Nosotras vivimos en la Región de los Chenes, municipio de Hopelchén, en el estado de Campeche, una región ubicada en el corazón de la Península de Yucatán, al sur de México.

Soy una mujer maya que, desde niña por la convivencia con mis abuelos maternos, aprendí que nuestras vidas giraban alrededor de la milpa, de nuestra comida.

Desde hace unos 25 años nuestra región se ha estado transformando, no solo vemos los cambios en la selva que se ha convertido en desiertos verdes, sino también en los animales e insectos que cada vez se ven menos, los cambios los percibimos en el clima, en nuestra madre tierra y desde luego en las formas de pensar, de ser mayas.

Desde los años 80 las semillas de maíz nativo han sido desplazadas por los maíces híbridos, las milpas se fueron perdiendo para producir en mecanizados cultivos como sorgo, soya y maíz de las empresas. Ha sido notoria la propaganda que se ha dado a la siembra agroindustrial en dónde solo hay ganancias para las empresas transnacionales que se han incrustado en nuestro territorio.

En la región hay una competencia entre estas dos formas de producir los alimentos (la convencional – la extractiva y la tradicional, la campesina).
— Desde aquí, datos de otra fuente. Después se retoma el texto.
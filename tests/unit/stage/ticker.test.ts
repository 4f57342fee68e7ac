import { describe, expect, it } from 'vitest'
import { createClock } from '@/scene/session/clock'
import { createTicker } from '@/scene/stage/ticker'

/** A page whose frames come when the test says so. */
function page() {
  const waiting = new Map<number, (now: number) => void>()
  let handle = 0
  let requests = 0
  const ticker = createTicker({
    request(callback) {
      requests++
      waiting.set(++handle, callback)
      return handle
    },
    cancel: (cancelled) => waiting.delete(cancelled),
  })
  const frame = (now: number) => {
    const due = [...waiting.values()]
    waiting.clear()
    for (const callback of due) callback(now)
  }
  return {
    ticker,
    frame,
    asleep: () => waiting.size === 0,
    waiting: () => waiting.size,
    requests: () => requests,
  }
}

describe('createTicker(source)', () => {
  it('join() draws once, then sleeps while nothing asks', () => {
    const { ticker, frame, asleep } = page()
    let drawn = 0
    ticker.join(createClock(), () => {
      drawn++
      return false
    })
    frame(0)
    expect(drawn).toBe(1)
    expect(asleep()).toBe(true)
  })

  it('keeps one animation frame for any number of stages', () => {
    const { ticker, waiting } = page()
    const clock = createClock()
    for (let i = 0; i < 5; i++) ticker.join(clock, () => true)
    expect(waiting()).toBe(1)
  })

  it('advances a clock that three stages share once a frame', () => {
    const { ticker, frame } = page()
    const clock = createClock()
    for (let i = 0; i < 3; i++) ticker.join(clock, () => false)
    clock.setRate(2)
    clock.play()
    frame(1000)
    frame(1050)
    expect(clock.angle).toBeCloseTo(2 * 0.05, 12)
  })

  it('frames go on while a clock runs, and end when it pauses', () => {
    const { ticker, frame, asleep } = page()
    const clock = createClock()
    ticker.join(clock, () => false)
    clock.setRate(1)
    clock.play()
    frame(0)
    frame(16)
    expect(asleep()).toBe(false)
    clock.pause()
    frame(32)
    expect(asleep()).toBe(true)
  })

  it('wake() draws only the stage that asked', () => {
    const { ticker, frame } = page()
    const clock = createClock()
    const drawn = [0, 0]
    const seats = drawn.map((_, i) =>
      ticker.join(clock, () => {
        drawn[i]++
        return false
      }),
    )
    frame(0)
    seats[1].wake()
    frame(16)
    expect(drawn).toEqual([1, 2])
  })

  it('a stage woken by a neighbour after its own turn is drawn in the next frame', () => {
    const { ticker, frame, asleep } = page()
    let drawn = 0
    const first = ticker.join(createClock(), () => {
      drawn++
      return false
    })
    ticker.join(createClock(), () => {
      if (drawn === 1) first.wake()
      return false
    })
    frame(0)
    expect(asleep()).toBe(false)
    frame(16)
    expect(drawn).toBe(2)
    expect(asleep()).toBe(true)
  })

  it('a tab that was away for a minute moves the crank by a tenth of a second at most', () => {
    const { ticker, frame } = page()
    const clock = createClock()
    ticker.join(clock, () => false)
    clock.setRate(1)
    clock.play()
    frame(0)
    frame(60_000)
    expect(clock.angle).toBeCloseTo(0.1, 12)
  })

  it('the first frame after sleep counts no time', () => {
    const { ticker, frame } = page()
    const elapsed: number[] = []
    const seat = ticker.join(createClock(), (_now, seconds) => {
      elapsed.push(seconds)
      return false
    })
    frame(0)
    seat.wake()
    frame(5000)
    expect(elapsed).toEqual([0, 0])
  })

  it('leave() of the last stage cancels the frame that was asked for, and wake() after it asks for none', () => {
    const { ticker, asleep } = page()
    const seat = ticker.join(createClock(), () => true)
    seat.leave()
    expect(asleep()).toBe(true)
    seat.wake()
    expect(asleep()).toBe(true)
  })

  it('a stage may leave in the middle of a frame without costing a neighbour its turn', () => {
    const { ticker, frame } = page()
    const clock = createClock()
    const drawn: string[] = []
    const seat = ticker.join(clock, () => {
      drawn.push('first')
      seat.leave()
      return false
    })
    ticker.join(clock, () => {
      drawn.push('second')
      return false
    })
    frame(0)
    expect(drawn).toEqual(['first', 'second'])
  })
})
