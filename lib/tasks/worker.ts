import { closeDatabase } from '@/db/client'
import { config } from '@/lib/config'
import { runWorker } from '@/lib/queue/run-worker'
import { tasks } from '.'
import { schedule } from './schedule'
import { taskList } from './task-list'

/** The worker as a process of its own, beside the web server: says when it works, and ends when it is told to. */
async function main() {
  const worker = await runWorker({
    databaseUrl: config().databaseUrl,
    tasks: taskList(tasks),
    schedule,
    lanes: 2,
  })
  for (const name of ['SIGINT', 'SIGTERM'] as const) process.once(name, () => void worker.stop())
  // a start that is gone would leave it working for nobody
  process.once('disconnect', () => void worker.stop())
  process.send?.('working')
  await worker.ended
  await closeDatabase()
}

main().then(
  () => process.exit(0),
  (error: unknown) => {
    console.error(error)
    process.exit(1)
  },
)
La agricultura convencional arrasa con los espacios para hacer milpa y con todo lo que la rodea, sobre explota y contamina el agua, mata al suelo y nos convierte en esclavos de nuestras propias tierras. Por el contrario, la milpa nos sigue dando vida, nos permite U Jeetsel le Ki’ki’Kuxtal (una vida sabrosa – un buen vivir).

Desde entonces, sin darnos cuenta, nos hemos encontrado ante una nueva colonización, una nueva conquista que nos arrebata nuestra forma de alimentarnos, de consumir lo que la milpa y la madre tierra nos ofrecía. También nos convence de que lo que nos ofrecen las empresas y los gobiernos es lo mejor, que esas semillas “mejoradas” son las que tenemos que sembrar. Cuando te das cuenta de que todo lo anterior no es verdad, a veces es demasiado tarde, ya sin tierras y sin nuestras propias semillas, el camino para algunos es aceptar y recibir, es entonces que se consuma la nueva colonización, cuando nos volvemos esclavos en nuestras propias tierras.

Y ahí estamos las mujeres, nosotras las mayas que nos negamos a esta nueva forma de colonizarnos, nos rebelamos contra estas formas impuestas por el capitalismo, recordamos cómo nuestras abuelas y abuelos vivieron muchos años, que vivieron de la milpa.

Nuestro rol en la comunidad… en el campo, aun sin los privilegios de ser dueñas de los medios de producción y de la tierra es innegable, somos cuidadoras de la vida, de la comida y de las semillas.

Los alimentos nos dan fuerza, nos dan vida, una abuela me decía que, si un alimento no está fresco, nos hace mal, nos enferma. Esto es opuesto a lo que la comida industrializada nos ofrece, es contradictorio a lo que como pensamos en los pueblos. Cuando sembramos y preparamos nuestros propios alimentos sabemos que están bien, que además nos darán salud. Hablar de alimentación es hablar de salud, y de la forma en cómo cultivamos nuestros alimentos, en cómo también cuidamos nuestras semillas, y cuando queremos sanar ahí también están nuestras plantas que nos da nuestra madre tierra.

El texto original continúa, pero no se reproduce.